§ **YOUR OBJECTIVE**:
Go over the entries below line by line, copying each one that contains the word "entry".

(Dataset entries)
=== Section Start ===
#include "store/file_access.hpp"

#include <fcntl.h>
#include <fmt/format.h>
#include <grp.h>
#include <sys/stat.h>
#include <unistd.h>

#include <cerrno>
#include <cstdlib>
#include <cstring>
#include <string>
#include <vector>

#include "core/errors.hpp"

namespace plumb::store {
namespace {

std::optional<gid_t> group_named(const std::string& name) {
  std::vector<char> buffer(16384);
  group entry{};
  group* found = nullptr;
  const int error = ::getgrnam_r(name.c_str(), &entry, buffer.data(), buffer.size(), &found);
  if (error != 0 || !found) return std::nullopt;
  return found->gr_gid;
}

std::optional<gid_t> read_lab_group() {
  const char* name = std::getenv("PLUMB_GROUP");
  if (!name || !*name) return std::nullopt;
  const auto gid = group_named(name);
  if (!gid)
    throw InputError(
        fmt::format("PLUMB_GROUP \"{}\" is not a group of this system (see /etc/group); unset it to "
                    "keep the lab's files readable by their owner only.",
                    name));
  return gid;
}

}  // namespace

std::optional<gid_t> lab_group() {
  static const std::optional<gid_t> group = read_lab_group();
  return group;
}

void apply_lab_file_access() {
  ::umask(lab_group() ? 007 : 077);
}

mode_t record_file_mode() {
  return lab_group() ? 0660 : 0600;
}

mode_t record_folder_mode() {
  return lab_group() ? 02770 : 0700;
}

void give_to_lab_group(int fd, const char* path) {
  const auto group = lab_group();
  if (!group) return;
  const int result =
      fd >= 0 ? ::fchown(fd, static_cast<uid_t>(-1), *group) : ::chown(path, static_cast<uid_t>(-1), *group);
  if (result != 0)
    throw StorageError(fmt::format("cannot give \"{}\" to the group of PLUMB_GROUP: {}.", path, std::strerror(errno)));
  // mkdir() applies the umask and may drop the set-group-ID bit: set the folder's mode as intended.
  if (fd < 0 && ::chmod(path, record_folder_mode()) != 0)
    throw StorageError(fmt::format("cannot set the mode of \"{}\": {}.", path, std::strerror(errno)));
}

}  // namespace plumb::store
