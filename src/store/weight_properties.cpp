#include "store/weight_properties.hpp"

#include <SQLiteCpp/Statement.h>

#include "store/columns.hpp"

namespace plumb::store {

namespace {
std::optional<Decimal> stored_decimal_or_none(const SQLite::Column& c) {
  if (c.isNull()) return std::nullopt;
  return Decimal::parse(c.getString(), c.getName());
}
}  // namespace

std::vector<WeightProperties> weight_properties_history(SQLite::Database& db, const std::string& weight_id) {
  SQLite::Statement q(db,
                      "SELECT id, density_kg_m3, u_density_kg_m3, density_class, drift_g, by_name, recorded_at "
                      "FROM weight_properties WHERE weight_id = ? ORDER BY id");
  q.bind(1, weight_id);
  std::vector<WeightProperties> out;
  while (q.executeStep()) {
    WeightProperties p;
    p.id = q.getColumn(0).getInt64();
    p.weight_id = weight_id;
    p.density_kg_m3 = stored_decimal_or_none(q.getColumn(1));
    p.u_density_kg_m3 = stored_decimal_or_none(q.getColumn(2));
    if (!q.getColumn(3).isNull()) p.density_class = q.getColumn(3).getString();
    p.drift = stored_grams_or_none(q.getColumn(4));
    p.by_name = q.getColumn(5).getString();
    p.recorded_at = q.getColumn(6).getString();
    out.push_back(std::move(p));
  }
  return out;
}

std::optional<WeightProperties> weight_properties_in_force(SQLite::Database& db, const std::string& weight_id) {
  auto history = weight_properties_history(db, weight_id);
  if (history.empty()) return std::nullopt;
  return history.back();
}

std::int64_t add_weight_properties(Recorder& rec, const WeightProperties& p) {
  const auto text = [](const std::optional<Decimal>& d) { return d ? Value(d->to_string()) : Value(); };
  return rec.insert("weight_properties",
                    {{"weight_id", p.weight_id},
                     {"density_source", p.density_class ? "class" : "entered"},
                     {"density_kg_m3", text(p.density_kg_m3)},
                     {"u_density_kg_m3", text(p.u_density_kg_m3)},
                     {"density_class", p.density_class},
                     {"drift_g", grams_value(p.drift)},
                     {"by_name", rec.actor().name},
                     {"recorded_at", rec.now()},
                     {"os_user", rec.actor().os_user}},
                    {"id"});
}

}  // namespace plumb::store
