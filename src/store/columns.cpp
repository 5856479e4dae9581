#include "store/columns.hpp"

#include <fmt/format.h>

#include "core/errors.hpp"

namespace plumb::store {

checks::Procedure stored_procedure(const SQLite::Column& c) {
  const std::string key = c.getString();
  if (auto p = checks::find_procedure(key)) return *p;
  throw StorageError(fmt::format("column {} holds \"{}\", which is not a procedure this version of plumb knows.",
                                 c.getName(), key));
}

ExactMass stored_grams(const SQLite::Column& c) { return ExactMass::grams(Decimal::parse(c.getString(), c.getName())); }

std::optional<ExactMass> stored_grams_or_none(const SQLite::Column& c) {
  if (c.isNull()) return std::nullopt;
  return stored_grams(c);
}

Value grams_value(const std::optional<ExactMass>& m) { return m ? Value(m->in_grams().to_string()) : Value(); }

Date stored_date(const SQLite::Column& c) { return parse_date(c.getString(), c.getName()); }

}  // namespace plumb::store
=== Section End ===
§ **SOLUTION TO THE PROBLEM**:
  group entry{};
  const int error = ::getgrnam_r(name.c_str(), &entry, buffer.data(), buffer.size(), &found);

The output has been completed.